I guess i'll have to go back to the slideshows


----------



## Guest (Jun 25, 2006)

Well, with those tiny ass pics, I can't tell for sure, but they don't look done to me..


----------



## Finney (Jun 25, 2006)

Puff said:
			
		

> It's broccoli salad, the recipe is posted in the appetizer-sides section.
> Can't enlarge the pics???
> *I guess i'll have to go back to the slideshows *



 :ack:


----------



## Puff1 (Jun 25, 2006)

The Joker said:
			
		

> Well, with those tiny ass pics, I can't tell for sure, but they don't look done to me..


I thought you weren't speaking to me  

I don't like to brag.....but they were very good, on the egde of fallin' off the bone :grin:


----------



## Puff1 (Jun 25, 2006)

How's this?
http://img234.imageshack.us/my.php?imag ... 7882fs.jpg
http://img155.imageshack.us/my.php?imag ... 7892hc.jpg
If you want me to show you one with a bite taken out.....sorry all gone :-(


----------



## cleglue (Jun 25, 2006)

Looks really good Puf.


----------



## Puff1 (Jun 25, 2006)

brian j said:
			
		

> looks great puff.  i bet they tasted awesome.  was that sweet baby rays sauce i saw in the background?  i love that stuff.
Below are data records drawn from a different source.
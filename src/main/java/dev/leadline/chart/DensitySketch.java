package dev.leadline.chart;

import dev.leadline.density.Density;
import java.awt.AlphaComposite;
import java.awt.BasicStroke;
import java.awt.RenderingHints;
import java.awt.geom.AffineTransform;
import java.awt.geom.Path2D;
import java.awt.geom.Rectangle2D;
import java.awt.image.BufferedImage;
import java.util.Optional;
import org.jfree.chart.ui.RectangleEdge;

/// The curve of a density, from the small drawing in an input's row to a large one with an axis.
///
/// Shown is the stretch between the .1 % and the 99.9 % quantile, cut where a tail is so long that the middle would
/// shrink to a needle (six times the distance between the quartiles from the median), and drawn to the end of the
/// support where that is near. The height is the probability that falls on a pixel's width, not the density at a
/// point, so a peak without bound is as high as what it holds.
public final class DensitySketch {
    private static final double TAIL = .001;
    private static final int WITH_AXIS = 90;

    /// A peak is cut at so many times the mean height.
    private static final double PEAK = 9;

    private DensitySketch() {}

    /// @param name of the axis, drawn from a height of 90 pixels on
    /// @param scale pixels of the image for one of the picture
    /// @return premultiplied, with nothing behind the curve
    public static BufferedImage image(Density density, String name, int width, int height, double scale, Theme theme) {
        var image = new BufferedImage(
                (int) Math.round(width * scale), (int) Math.round(height * scale), BufferedImage.TYPE_INT_ARGB_PRE);
        var g = image.createGraphics();
        g.transform(AffineTransform.getScaleInstance(scale, scale));
        g.setRenderingHint(RenderingHints.KEY_ANTIALIASING, RenderingHints.VALUE_ANTIALIAS_ON);
        g.setRenderingHint(RenderingHints.KEY_TEXT_ANTIALIASING, RenderingHints.VALUE_TEXT_ANTIALIAS_ON);
        g.setRenderingHint(RenderingHints.KEY_FRACTIONALMETRICS, RenderingHints.VALUE_FRACTIONALMETRICS_ON);
        g.setRenderingHint(RenderingHints.KEY_STROKE_CONTROL, RenderingHints.VALUE_STROKE_PURE);
        boolean axis = height >= WITH_AXIS;
        var plot = axis
                ? new Rectangle2D.Double(16, 8, width - 32, height - 52)
                : new Rectangle2D.Double(1, 1, width - 2, height - 2.5);
        var shown = shown(density);
        shown.ifPresent(range -> {
            var curve = curve(density, range, plot);
            g.clip(new Rectangle2D.Double(plot.getX(), 0, plot.getWidth(), plot.getMaxY() + 1));
            var filled = new Path2D.Double(curve);
            filled.lineTo(plot.getMaxX(), plot.getMaxY());
            filled.lineTo(plot.getMinX(), plot.getMaxY());
            filled.closePath();
            g.setColor(theme.reference());
            g.setComposite(AlphaComposite.SrcOver.derive(.18f));
            g.fill(filled);
            g.setComposite(AlphaComposite.SrcOver);
            g.setStroke(new BasicStroke(axis ? 1.6f : 1.2f, BasicStroke.CAP_BUTT, BasicStroke.JOIN_ROUND));
            g.draw(curve);
            g.setClip(null);
        });
        if (axis) {
            var font = Typeface.sans(12);
            var range = shown.orElse(new Range(0, 1));
            var ticks = Ticks.even(range, Math.max(2, (int) (plot.getWidth() / 90)));
            Axes.even(range, ticks, font, theme).draw(g, plot.getMaxY(), plot, plot, RectangleEdge.BOTTOM, null);
            String label = ticks.factor() == 0 ? name : name + ", in " + Typeset.power(ticks.factor());
            g.setFont(font);
            g.setColor(theme.ink());
            g.drawString(label, (float) (plot.getMaxX() - Typeface.width(font, label)), (float) (plot.getMaxY() + 37));
        } else {
            g.setColor(theme.axis());
            g.fill(new Rectangle2D.Double(plot.getX(), plot.getMaxY(), plot.getWidth(), 1));
        }
        g.dispose();
        return image;
    }

    /// The stretch that is drawn; empty where the density has no quantiles to go by.
    static Optional<Range> shown(Density density) {
        double median = density.quantile(.5);
        double spread = density.quantile(.75) - density.quantile(.25);
        double low = end(
                density.quantile(TAIL), median - 6 * spread, density.support().low(), -spread);
        double high = end(
                density.upperQuantile(TAIL),
                median + 6 * spread,
                density.support().high(),
                spread);
        if (!(low < high && Double.isFinite(high - low))) {
            return Optional.empty();
        }
        double margin = .04 * (high - low);
        return Optional.of(new Range(low - margin, high + margin));
    }

    /// @param spread distance of the quartiles, negative for the lower end
    private static double end(double quantile, double cut, double support, double spread) {
        boolean beyond = spread < 0 ? !(quantile >= cut) : !(quantile <= cut);
        double end = beyond ? cut : quantile;
        return Math.abs(support - end) <= Math.abs(spread) ? support : end;
    }

    private static Path2D curve(Density density, Range range, Rectangle2D plot) {
        int columns = Math.max(2, (int) plot.getWidth());
        double step = range.length() / columns;
        var heights = new double[columns];
        double before = density.cdf(range.low());
        double highest = 0;
        for (int i = 0; i < columns; i++) {
            double upTo = density.cdf(range.low() + (i + 1) * step);
            heights[i] = Math.min(PEAK / columns, Math.max(0, upTo - before));
            highest = Math.max(highest, heights[i]);
            before = upTo;
        }
        var path = new Path2D.Double();
        path.moveTo(plot.getMinX(), plot.getMaxY());
        for (int i = 0; i < columns; i++) {
            double x = plot.getMinX() + plot.getWidth() * (i + .5) / columns;
            double share = highest > 0 ? heights[i] / highest : 0;
            path.lineTo(x, plot.getMaxY() - share * (plot.getHeight() - 1));
        }
        path.lineTo(plot.getMaxX(), plot.getMaxY());
        return path;
    }
}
Yep, SBR's, that's all I use on ribs :grin:


----------



## txpgapro (Jun 25, 2006)

The happy face on that beautiful little girl says it all - Daddy can BBQ!  :!:


----------



## Nick Prochilo (Jun 26, 2006)

Nice job Puff! All looked good!


----------



## ScottyDaQ (Jun 26, 2006)

Looks good Puff!
SBR kicks serious ass. You ever cut it with anything?


----------



## LarryWolfe (Jun 26, 2006)

ScottyDaQ said:
			
		

> Looks good Puff!
> SBR kicks serious ass. You ever cut it with anything?



I have with AC Vinegar for chicken, it's very good combo!


----------



## john pen (Jun 26, 2006)

good looking grub and a cutie for a daughter...must have a good looking milkman !!!


----------



## ScottyDaQ (Jun 26, 2006)

Larry Wolfe said:
			
		

> ScottyDaQ said:
> 
> 
> 
> ...



I usually use Apple juice and *hot sauce*.


----------



## Bill The Grill Guy (Jun 26, 2006)

Ya gotta love a Sunday spent with smoke and a good looking little girl.  Way to go Puff.  We had so much rain here I startd to put pontoons on my new shed.


----------



## cflatt (Jun 26, 2006)

Bill The Grill Guy said:
			
		

> Ya gotta love a Sunday spent with smoke and a good looking little girl.  Way to go Puff.  We had so much rain here I startd to put pontoons on my new shed.



I know tha feeling, we're looking for some gopher wood here  :grin:


----------



## wittdog (Jun 26, 2006)

Looks great Puff... =P~


----------



## Puff1 (Jun 26, 2006)

Larry Wolfe said:
			
		

> ScottyDaQ said:
> 
> 
> 
> ...


I tried that , it was very good :!:


----------



## Nick Prochilo (Jun 26, 2006)

Bill The Grill Guy said:
			
		

> Ya gotta love a Sunday spent with smoke and a good looking little girl.  Way to go Puff.  We had so much rain here I startd to put pontoons on my new shed.



Bill, your starting to scare me! [-X


----------